Blockchain for Banking News

Applications for central bank tokenization Project Agorá close in 2 weeks

project agora tokenization unified ledger

Today the BIS unveiled the application process for private sector institutions to participate in Project Agorá. That’s the tokenization initiative for wholesale cross border payments involving seven central banks. Eligible applicants are financial institutions, including FMIs with accounts at the participating central banks, plus critical payment service providers. It’s a tight timeframe to make a decision, with applications closing on May 31 and the results announced in early August.

While Agorá is a public private partnership, it is the private sector that will fund the work through participation fees. A likely rationale is that the private sector founded Swift.

The initiative is the first to explore the BIS concept of a Unified Ledger seriously. It is coordinated by the BIS and the Institute of International Finance (IIF), although participants need not be IIF members. The seven central banks include Europe (France), Japan, Korea, Mexico, Switzerland, England and the U.S. represented by the New York Innovation Center (NYIC). In the case of the EU, the applicant needs an account with any Eurosystem central bank.

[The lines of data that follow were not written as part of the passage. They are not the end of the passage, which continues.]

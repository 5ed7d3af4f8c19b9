//! What attaching an instrument to a pin would do to its node: the DC shift, the new time
//! constant and bandwidth, and whether the reading would still be trustworthy.
//!
//! An instrument input is a resistance `Ri` in parallel with a capacitance `Ci`, referenced to
//! ground. On a pin driven by `Vs` behind `Rs` with node capacitance `Cn`:
//! - the node moves to the Thevenin divider's level `Vs·Ri/(Rs + Ri)`, a shift of
//!   `−Vs·Rs/(Rs + Ri)` (toward ground);
//! - the node's time constant becomes `(Rs ∥ Ri)·(Cn + Ci)` (was `Rs·Cn`) and its bandwidth
//!   `1/(2π·τ)` (single-pole RC, textbook).
//!
//! The reading is called trustworthy when the shift stays below ½ LSB. A floating pin has no
//! source: the instrument defines the node.

use crate::fit::Interval;
use crate::record::Document;
use crate::units;
use serde_json::{json, Value};
use std::f64::consts::PI;

/// JSON schema name of a loading document.
pub const LOADING_SCHEMA: &str = "ohmsight.loading.v1";

/// An instrument's input.
#[derive(Debug, Clone, PartialEq)]
pub struct Instrument {
    /// What it is (a preset's description, or "instrument input" for `--input`).
    pub description: String,
    /// Input resistance, Ω.
    pub input_ohms: f64,
    /// Input capacitance, F.
    pub input_farads: f64,
    /// The values are typical ones of a kind of instrument, not of the user's.
    pub typical: bool,
}

/// A preset instrument: name, description, input resistance (Ω), input capacitance (F).
///
/// Typical values, common practice, no source: a scope input is about 1 MΩ ∥ 25 pF (1× probe
/// or a direct cable adds to the capacitance); a 10× passive probe about 10 MΩ ∥ 12 pF at its
/// tip; a handheld multimeter on DC volts about 10 MΩ with some 100 pF of input and leads.
pub const PRESETS: [(&str, &str, f64, f64); 3] = [
    ("scope-1x", "oscilloscope input, 1× (typical)", 1e6, 25e-12),
    ("probe-10x", "oscilloscope with a 10× passive probe (typical)", 10e6, 12e-12),
    ("meter", "handheld multimeter on DC volts (typical)", 10e6, 100e-12),
];

/// The preset called `name`.
pub fn preset(name: &str) -> Option<Instrument> {
    PRESETS.iter().find(|p| p.0 == name).map(|&(_, d, r, c)| Instrument {
        description: d.into(),
        input_ohms: r,
        input_farads: c,
        typical: true,
    })
}

/// A positive value with an optional SI prefix and one of `units` ([`crate::units::parse_si`]).
fn parse_value(text: &str, units: &[&str]) -> Option<f64> {
    crate::units::parse_si(text, units).filter(|v| *v > 0.0)
}

/// Parses `--input`: `RESISTANCE,CAPACITANCE`, each a positive number with an optional SI
/// prefix and unit (`1M,25p`, `10MΩ,12pF`, `1e6,25e-12`).
pub fn parse_input(text: &str) -> Result<Instrument, String> {
    const HOW: &str = "write RESISTANCE,CAPACITANCE with SI prefixes, e.g. 1M,25p for 1 MΩ in parallel with 25 pF";
    let Some((r, c)) = text.split_once(',') else {
        return Err(format!("expected two values separated by a comma; {HOW}"));
    };
    let input_ohms = parse_value(r, &["Ω", "ohms", "ohm", "R"])
        .ok_or_else(|| format!("'{}' is not a positive resistance; {HOW}", r.trim()))?;
    let input_farads =
        parse_value(c, &["F"]).ok_or_else(|| format!("'{}' is not a positive capacitance; {HOW}", c.trim()))?;
    Ok(Instrument { description: "instrument input".into(), input_ohms, input_farads, typical: false })
}

/// Input resistances of measuring instruments span about 50 Ω (a scope's terminated input) to
/// 10^15 Ω (an electrometer); input capacitances about 0.1 pF to 10 nF (common practice, no
/// source). A value outside is most likely a typing slip: `1m` (milli) for `1M` (mega).
const PLAUSIBLE_OHMS: (f64, f64) = (50.0, 1e15);
/// See [`PLAUSIBLE_OHMS`].
const PLAUSIBLE_FARADS: (f64, f64) = (0.1e-12, 10e-9);
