/// Noise and hum of a raw record of `codes` read every `period_s`, with intervals that hold on
/// a record of any length: a least-squares fit of a straight trend and the 50 and 60 Hz lines
/// (sine and cosine each), whose covariance says how well a short record separates them.
///
/// - White noise: the residual's rms, with the χ² interval of a variance (n − 6 degrees of
///   freedom; Wilson–Hilferty quantiles).
/// - Hum: per frequency the amplitude √(s² + c²), its interval the estimate ± the radius of
///   the 97.5% confidence ellipse of (s, c) (√(λmax · χ²₂(0.975))), so that both
///   frequencies' intervals hold together at 95% (Bonferroni); the two add in quadrature.
/// - Noise rms: √(white² + hum²/2), from the ends of both intervals.
///
/// `mains`: the frequencies to look for hum at (both 50 and 60 Hz unless the mains is known:
/// over a short record the two waves look alike, and their intervals widen for it).
///
/// `None` for fewer than 32 readings.
pub fn record_noise(codes: &[u16], period_s: f64, mains: &[f64]) -> Option<RecordNoise> {
    let n = codes.len();
    if n < 32 {
        return None;
    }
    let t_mid = (n - 1) as f64 * period_s / 2.0;
    let cols = 2 + 2 * mains.len();
    let mut a = DMatrix::zeros(n, cols);
    for i in 0..n {
        let t = i as f64 * period_s;
        a[(i, 0)] = 1.0;
        a[(i, 1)] = t - t_mid;
        for (k, f) in mains.iter().enumerate() {
            let w = 2.0 * std::f64::consts::PI * f * t;
            a[(i, 2 + 2 * k)] = w.sin();
            a[(i, 3 + 2 * k)] = w.cos();
        }
    }
    let y = DVector::from_iterator(n, codes.iter().map(|&c| f64::from(c)));
    let ata = a.transpose() * &a;
    let inv = ata.try_inverse()?;
    let beta = &inv * (a.transpose() * &y);
    let resid = &y - &a * &beta;
    let dof = (n - cols) as f64;
    let s2 = resid.norm_squared() / dof;
    // χ²: the variance's interval [ν s²/χ²(0.975), ν s²/χ²(0.025)].
    let white = [s2.sqrt(), (dof * s2 / chi2_quantile(dof, Z95)).sqrt(), (dof * s2 / chi2_quantile(dof, -Z95)).sqrt()];
    // χ²₂(0.975) = −2 ln 0.025.
    let q = -2.0 * 0.025f64.ln();
    let mut hum = [0.0f64; 3];
    for k in 0..mains.len() {
        let (i, j) = (2 + 2 * k, 3 + 2 * k);
        let amp = beta[i].hypot(beta[j]);
        let (p, r, u) = (inv[(i, i)] * s2, inv[(i, j)] * s2, inv[(j, j)] * s2);
        let lmax = (p + u) / 2.0 + (((p - u) / 2.0).powi(2) + r * r).sqrt();
        let radius = (lmax * q).sqrt();
        hum[0] += amp * amp;
        hum[1] += (amp - radius).max(0.0).powi(2);
        hum[2] += (amp + radius).powi(2);
    }
    let hum = hum.map(f64::sqrt);
    let rms = |w: f64, h: f64| (w * w + h * h / 2.0).sqrt();
    Some(RecordNoise { rms_lsb: [rms(white[0], hum[0]), rms(white[1], hum[1]), rms(white[2], hum[2])], hum_lsb: hum })
}

fn range_text(r: &Range, fmt: fn(f64) -> String) -> String {
    match (r.low, r.high) {
        (Some(l), Some(h)) => format!("{}…{}", fmt(l), fmt(h)),
        (Some(l), None) => format!("≥ {}", fmt(l)),
        (None, Some(h)) => format!("≤ {}", fmt(h)),
        (None, None) => "anything".into(),
    }
}

fn lsb(v: f64) -> String {
    crate::units::lsb(v)
}

/// Judges a number measurement with interval `iv` against `range`.
fn number(kind: LimitKind, iv: Option<Interval>, range: Range, fmt: fn(f64) -> String) -> LimitResult {
    let iv = iv.unwrap_or(Interval::NONE);
    let measured = iv.estimate.is_some() || iv.low.is_some() || iv.high.is_some();
    let outcome = if measured {
        range.decide(iv.low.unwrap_or(f64::NEG_INFINITY), iv.high.unwrap_or(f64::INFINITY))
    } else {
        Outcome::Undecided
    };
    LimitResult {
        kind,
        outcome,
        measured: iv.estimate,
        measured_low: iv.low,
        measured_high: iv.high,
        limit_low: range.low,
        limit_high: range.high,
        expected: None,
        measured_text: if measured { crate::render::text::interval_text(&iv, fmt) } else { "not measured".into() },
        limit_text: range_text(&range, fmt),
    }
}

/// The source voltage's interval: the fit's, or a rail's own margin.
pub fn volts_interval(r: &PinReport, vref: f64) -> Option<Interval> {
    match (r.verdict, r.source_volts, &r.fit) {
        (Verdict::AtRail, Some(v), _) => {
            let m = RAIL_MARGIN * vref;
            Some(Interval { estimate: Some(v), low: Some((v - m).max(0.0)), high: Some((v + m).min(vref)) })
        }
        (Verdict::Driven, _, Some(f)) => Some(f.source_volts),
        _ => None,
    }
}

/// The minimum sample time's interval, ns: at the slowest and the fastest corner of the Rs
/// and Cn intervals (no setting settles: infinite).
pub fn min_sample_interval(report: &SurveyReport, r: &PinReport) -> Option<Interval> {
    let model = &report.model;
    let ns = |i: Option<u8>| i.map_or(f64::INFINITY, |i| f64::from(model.sample_ps[usize::from(i)]) / 1000.0);
    match (r.verdict, &r.fit) {
        (Verdict::AtRail, _) => r.min_sample_ns.map(|v| Interval { estimate: Some(v), low: Some(v), high: Some(v) }),
        (Verdict::Driven, Some(fit)) => {
            let corner = |rs: Option<f64>, cn: Option<f64>| {
                let mut p = fit.params;
                p.source_ohms = rs.unwrap_or(p.source_ohms);
                p.node_farads = cn.unwrap_or(p.node_farads);
                ns(min_sample_index(model, &p))
            };
            let (rs, cn) = (r.source_ohms, r.node_farads);
            // Unbounded ends: nothing bounds the settling time on that side.
            let slow = if rs.high.is_none() || (cn.high.is_none() && r.source_assumes_node_below.is_none()) {
                f64::INFINITY
            } else {
                corner(rs.high, cn.high)
            };
            let fast = corner(rs.low.or(Some(0.0)), cn.low);
            let est = ns(r.min_sample_index);
            Some(Interval {
                estimate: est.is_finite().then_some(est),
                low: fast.is_finite().then_some(fast),
                high: slow.is_finite().then_some(slow),
            })
        }
        _ => None,
    }
}

/// The noise statistics of a pin's last noise record, hum looked for at `mains_hz` (both 50
/// and 60 Hz when `None`).
pub fn pin_noise(report: &SurveyReport, r: &PinReport, mains_hz: Option<f64>) -> Option<RecordNoise> {
    let (_, raw) = crate::analyse::last_noise(&report.record, r.channel)?;
    record_noise_for(&raw.codes, f64::from(raw.period_ns) * 1e-9, mains_hz)
}

/// [`record_noise`] as a check judges it. Without a stated mains, both lines are fitted
/// together. With one, each mains line is fitted alone (no collinear partner, so a short
/// record bounds it tightly) and the larger of the two is taken, end by end: the stated
/// frequency decides nothing by itself, so a unit that picks up the other one (a 60 Hz
/// instrument on a 50 Hz line) is not passed as quiet. (A 60 Hz wave of 0.6 LSB, fitted at
/// 50 Hz alone over 50 ms, read 0.06–0.13 LSB, upper ends 0.15–0.23 LSB: "no hum".)
/// This assumes one mains frequency at a time.
pub fn record_noise_for(codes: &[u16], period_s: f64, mains_hz: Option<f64>) -> Option<RecordNoise> {
    if mains_hz.is_none() {
        return record_noise(codes, period_s, &crate::noise::MAINS_HZ);
    }
    let each: Vec<RecordNoise> =
        crate::noise::MAINS_HZ.iter().map(|&hz| record_noise(codes, period_s, &[hz])).collect::<Option<_>>()?;
    let larger = |f: fn(&RecordNoise) -> [f64; 3]| {
        let mut m = [0.0f64; 3];
        for n in &each {
            for (a, b) in m.iter_mut().zip(f(n)) {
                *a = a.max(b);
            }
        }
        m
    };
    Some(RecordNoise { rms_lsb: larger(|n| n.rms_lsb), hum_lsb: larger(|n| n.hum_lsb) })
}
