"""``grmc run``: scenario -> model -> ensemble of exact trajectories -> Dataset.

This module glues the pieces together: it builds the model (per trajectory when dopant
counts are drawn), starts every trajectory from the integer neutral state nearest to the
continuum steady state, runs the compiled engine over chunks of trajectories, reduces each
trajectory at once (so memory does not grow with the ensemble), and assembles the output
Dataset with the continuum and linear-noise answers beside the Monte Carlo ones.
"""

from __future__ import annotations

import dataclasses
import math
import threading
import time
from dataclasses import dataclass, field
from typing import TYPE_CHECKING

import numpy as np

from . import continuum, population, spectra
from .dataset import finish
from .engine.ensemble import Cancelled, chunk_bounds, map_chunks
from .model import (
    ELEMENTARY_CHARGE_C,
    Counts,
    Model,
    build_model,
    draw_counts,
    nominal_counts,
)
from .readout import current_gradient, describe_current, lna_current
from .scenario import Scenario, ScenarioError

if TYPE_CHECKING:  # pragma: no cover
    import xarray as xr

__all__ = ["run", "OVERSAMPLE", "Prepared", "prepare", "start_state"]

#: Fine bins per output sample interval recorded by the engine for the spectra (see
#: :func:`grmc.spectra.periodogram` for why the spectrum is estimated at a finer rate).
OVERSAMPLE = 8
#: Batches used for the standard error when the ensemble has a single trajectory.
N_BATCHES = 16
#: Largest span of count values kept in the stationary histogram.
MAX_HISTOGRAM_SPAN = 4096
#: Events per engine call when a trajectory is cut into time slices (about a second).
SLICE_EVENTS = 2.0e7
#: Stream purposes spawned from (seed, trajectory): 0 the event engine, 1 dopant draws.
PURPOSE_ENGINE, PURPOSE_DOPANTS = 0, 1


def start_state(model: Model, steady: np.ndarray | None = None) -> np.ndarray:
    """The integer neutral state nearest to the continuum steady state [count]."""
    if steady is None:
        steady = continuum.steady_state(model)
    return model.nearest_neutral_state(steady)


@dataclass
class Prepared:
    """A model with the plain arrays the kernel takes and its start state."""

    model: Model
    arrays: tuple
    x0: np.ndarray
    steady: np.ndarray  # continuum steady state [count]
    channel_map: np.ndarray  # this model's channel index -> index in the full channel list


class _ModelCache:
    """Models by dopant/trap counts (a population draws many devices with equal counts)."""

    def __init__(self, scenario: Scenario, all_names: tuple[str, ...]):
        self.scenario = scenario
        self.index = {name: i for i, name in enumerate(all_names)}
        self.lock = threading.Lock()
        self.cache: dict[Counts, Prepared] = {}

    def get(self, counts: Counts) -> Prepared:
        with self.lock:
            hit = self.cache.get(counts)
        if hit is not None:
            return hit
        prepared = prepare(build_model(self.scenario, counts=counts), self.index)
        with self.lock:
            self.cache[counts] = prepared
        return prepared


def prepare(model: Model, index: dict[str, int] | None = None) -> Prepared:
    """Kernel arrays, start state and channel map of one model."""
    from .engine.kernels import kernel_arrays

    if index is None:
        index = {name: i for i, name in enumerate(model.channel_names)}
    cmap = np.array([index[n] for n in model.channel_names], dtype=np.int64)
    steady = continuum.steady_state(model)
    return Prepared(model, kernel_arrays(model), start_state(model, steady), steady, cmap)


def _check_pixels(scenario: Scenario, draws) -> None:
    """Refuse, before any simulation, a population in which some pixel's drawn counts do not
    allow the reservoir's pair exchange (:func:`grmc.model.build_model`)."""
    seen: set[Counts] = set()
    for i, counts in enumerate(draws):
        if counts in seen:
            continue
        seen.add(counts)
        try:
            build_model(scenario, counts=counts)
        except ScenarioError as exc:
            raise ScenarioError(exc.source, exc.section, exc.key,
                                f"pixel {i} of the population (dopants = \"poisson\"): "
                                f"{exc.message}") from None


def _all_channels(scenario: Scenario, counts: Counts) -> Model:
    """The scenario's model with every trap level present: the channel names (and flows) of
    a population run."""
    full = dataclasses.replace(counts, traps=tuple(max(t, 1) for t in counts.traps))
    return build_model(scenario, counts=full, check_type=False)


@dataclass
class _Acc:
    """Reductions of one chunk of trajectories."""

    n: int = 0
    sum_x: np.ndarray | None = None
    sum_x2: np.ndarray | None = None
    events: np.ndarray | None = None
    psd: np.ndarray | None = None
    current_psd: np.ndarray | None = None
    hist: dict = field(default_factory=dict)
    group_psd: dict = field(default_factory=dict)  # jackknife group -> psd sum
    group_current_psd: dict = field(default_factory=dict)
    traj: list = field(default_factory=list)  # (index, mean, meansq, batch means, counts)
    quad: list = field(default_factory=list)  # (index, (2, S) quadratures, (2,) current's)
    charge: float = 0.0  # readout charge passed, all trajectories [C]
    pixels: list = field(default_factory=list)  # (index, mean readout, banded spectrum)
    n_events: int = 0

Agorá will explore the use of tokenized deposits and tokenized central bank money for cross border payments using smart contracts. Four workstreams include business requirements, technology, legal and communications.

Applicants will be assessed based on their footprint in global payments and domestically, expertise in innovation projects, and the experience of the executives who will represent the institution. However, there is a desire to ensure a diverse group of participants.

Agorá isn’t just a PoC

The application form emphasizes that Agorá is not purely a proof of concept (PoC), with the intent to progress it beyond that stage. However, it’s also described as an experimental research project.

Several of the relevant institutions are already participating in initiatives that cross over with Agorá. For example, there’s a Regulated Liability Network project in the UK, a Regulated Settlement Network initiative in the United States and the EU started its wholesale DLT settlement trials this week. Nonetheless, given the involvement of seven central banks, there’s likely to be plenty of candidates.